## [Exercise]
All of the data below is to be output without alteration.

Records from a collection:
"""The ``schedule`` command group. Thin: each verb lives in its own module.

Any :class:`schedule.errors.ScheduleError` becomes ``error: <message>`` on
stderr and exit code 2, never a traceback; so does an option-parser error
(unknown option, bad value, missing argument), in one line naming the help
to read.
"""

from __future__ import annotations

import importlib
import sys

import click

from .. import __version__
from ..errors import ScheduleError

# (module under schedule.cli, attribute holding the click command)
_VERBS = [
    ("design", "design_command"),
    ("inspect", "inspect_command"),
    ("check", "check_command"),
    ("refine", "refine_command"),
    ("export", "export_command"),
    ("simulate", "simulate_command"),
    ("demo", "demo_command"),
]


# click >= 8.2 signals "no arguments, show the help" with a UsageError subclass
_NO_ARGS = getattr(click.exceptions, "NoArgsIsHelpError", ())


class _Group(click.Group):
    """A click group that turns ScheduleError into a one-line error and exit code 2."""

    def list_commands(self, ctx):
        """The verbs in the order of the job, not alphabetically."""
        order = [name for name, _ in _VERBS]
        return sorted(self.commands, key=lambda c: order.index(c) if c in order else len(order))

    def invoke(self, ctx):
        try:
            return super().invoke(ctx)
        except ScheduleError as exc:
            click.echo(f"error: {exc}", err=True)
            sys.exit(2)

    def main(self, args=None, prog_name=None, complete_var=None, standalone_mode=True,
             **extra):
        """Like click's, but a usage error is one line ``error: ... (see '... --help')``
        with exit code 2 (click's own shows usage, a hint and the error on four lines)."""
        if not standalone_mode:
            return super().main(args, prog_name, complete_var, standalone_mode=False, **extra)
        try:
            rv = super().main(args, prog_name, complete_var, standalone_mode=False, **extra)
        except _NO_ARGS as exc:  # `schedule` alone or a verb without arguments: the help
            exc.show()
            sys.exit(exc.exit_code)
        except click.UsageError as exc:
            message = " ".join(exc.format_message().split())
            path = exc.ctx.command_path if exc.ctx is not None else "schedule"
            click.echo(f"error: {message} (see '{path} --help')", err=True)
            sys.exit(2)
        except click.ClickException as exc:
            exc.show()
            sys.exit(exc.exit_code)
        except click.Abort:
            click.echo("Aborted!", err=True)
            sys.exit(1)
        sys.exit(rv if isinstance(rv, int) else 0)


@click.group(cls=_Group, context_settings={"help_option_names": ["-h", "--help"]})
@click.version_option(__version__, "--version", prog_name="schedule",
                      message="%(prog)s %(version)s")
def main() -> None:
    """Build a gain-scheduled H-infinity controller over an operating envelope.

    Typical run: `schedule design SPEC.toml --out family.h5`, then
    `schedule check family.h5 --design SPEC.toml --report report/`, then
    `schedule export family.h5 --design SPEC.toml --format c --out table/`
    (--design lets check and export use the model SPEC.toml names: a family
    file is data and never chooses code to run). `schedule demo` runs all of it
    on the bundled crane envelope.

    Results are design aids: validate in simulation and hardware tests and
    follow the applicable codes and licensed practice.
    """


for _module, _attr in _VERBS:
    main.add_command(getattr(importlib.import_module(f".{_module}", __package__), _attr))


if __name__ == "__main__":  # python -m schedule.cli.main
    main()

## [Solution for this exercise]
"""The ``schedule`` command group. Thin: each verb lives in its own module.

Any :class:`schedule.errors.ScheduleError` becomes ``error: <message>`` on
stderr and exit code 2, never a traceback; so does an option-parser error
(unknown option, bad value, missing argument), in one line naming the help
to read.
"""

from __future__ import annotations

import importlib
import sys

import click

from .. import __version__
from ..errors import ScheduleError

# (module under schedule.cli, attribute holding the click command)
_VERBS = [
    ("design", "design_command"),
    ("inspect", "inspect_command"),
    ("check", "check_command"),
    ("refine", "refine_command"),
    ("export", "export_command"),
    ("simulate", "simulate_command"),
    ("demo", "demo_command"),
]


# click >= 8.2 signals "no arguments, show the help" with a UsageError subclass
_NO_ARGS = getattr(click.exceptions, "NoArgsIsHelpError", ())


class _Group(click.Group):
    """A click group that turns ScheduleError into a one-line error and exit code 2."""

    def list_commands(self, ctx):
        """The verbs in the order of the job, not alphabetically."""
        order = [name for name, _ in _VERBS]
        return sorted(self.commands, key=lambda c: order.index(c) if c in order else len(order))

    def invoke(self, ctx):
        try:
            return super().invoke(ctx)
        except ScheduleError as exc:
            click.echo(f"error: {exc}", err=True)
            sys.exit(2)

    def main(self, args=None, prog_name=None, complete_var=None, standalone_mode=True,
             **extra):
        """Like click's, but a usage error is one line ``error: ... (see '... --help')``
        with exit code 2 (click's own shows usage, a hint and the error on four lines)."""
        if not standalone_mode:
            return super().main(args, prog_name, complete_var, standalone_mode=False, **extra)
        try:
            rv = super().main(args, prog_name, complete_var, standalone_mode=False, **extra)
        except _NO_ARGS as exc:  # `schedule` alone or a verb without arguments: the help
            exc.show()
            sys.exit(exc.exit_code)
        except click.UsageError as exc:
            message = " ".join(exc.format_message().split())
            path = exc.ctx.command_path if exc.ctx is not None else "schedule"
            click.echo(f"error: {message} (see '{path} --help')", err=True)
            sys.exit(2)
        except click.ClickException as exc:
            exc.show()
            sys.exit(exc.exit_code)
        except click.Abort:
            click.echo("Aborted!", err=True)
            sys.exit(1)
        sys.exit(rv if isinstance(rv, int) else 0)


@click.group(cls=_Group, context_settings={"help_option_names": ["-h", "--help"]})
@click.version_option(__version__, "--version", prog_name="schedule",
                      message="%(prog)s %(version)s")
def main() -> None:
    """Build a gain-scheduled H-infinity controller over an operating envelope.

    Typical run: `schedule design SPEC.toml --out family.h5`, then
    `schedule check family.h5 --design SPEC.toml --report report/`, then
    `schedule export family.h5 --design SPEC.toml --format c --out table/`
    (--design lets check and export use the model SPEC.toml names: a family
    file is data and never chooses code to run). `schedule demo` runs all of it
    on the bundled crane envelope.

    Results are design aids: validate in simulation and hardware tests and
    follow the applicable codes and licensed practice.
    """


for _module, _attr in _VERBS:
    main.add_command(getattr(importlib.import_module(f".{_module}", __package__), _attr))


if __name__ == "__main__":  # python -m schedule.cli.main
    main()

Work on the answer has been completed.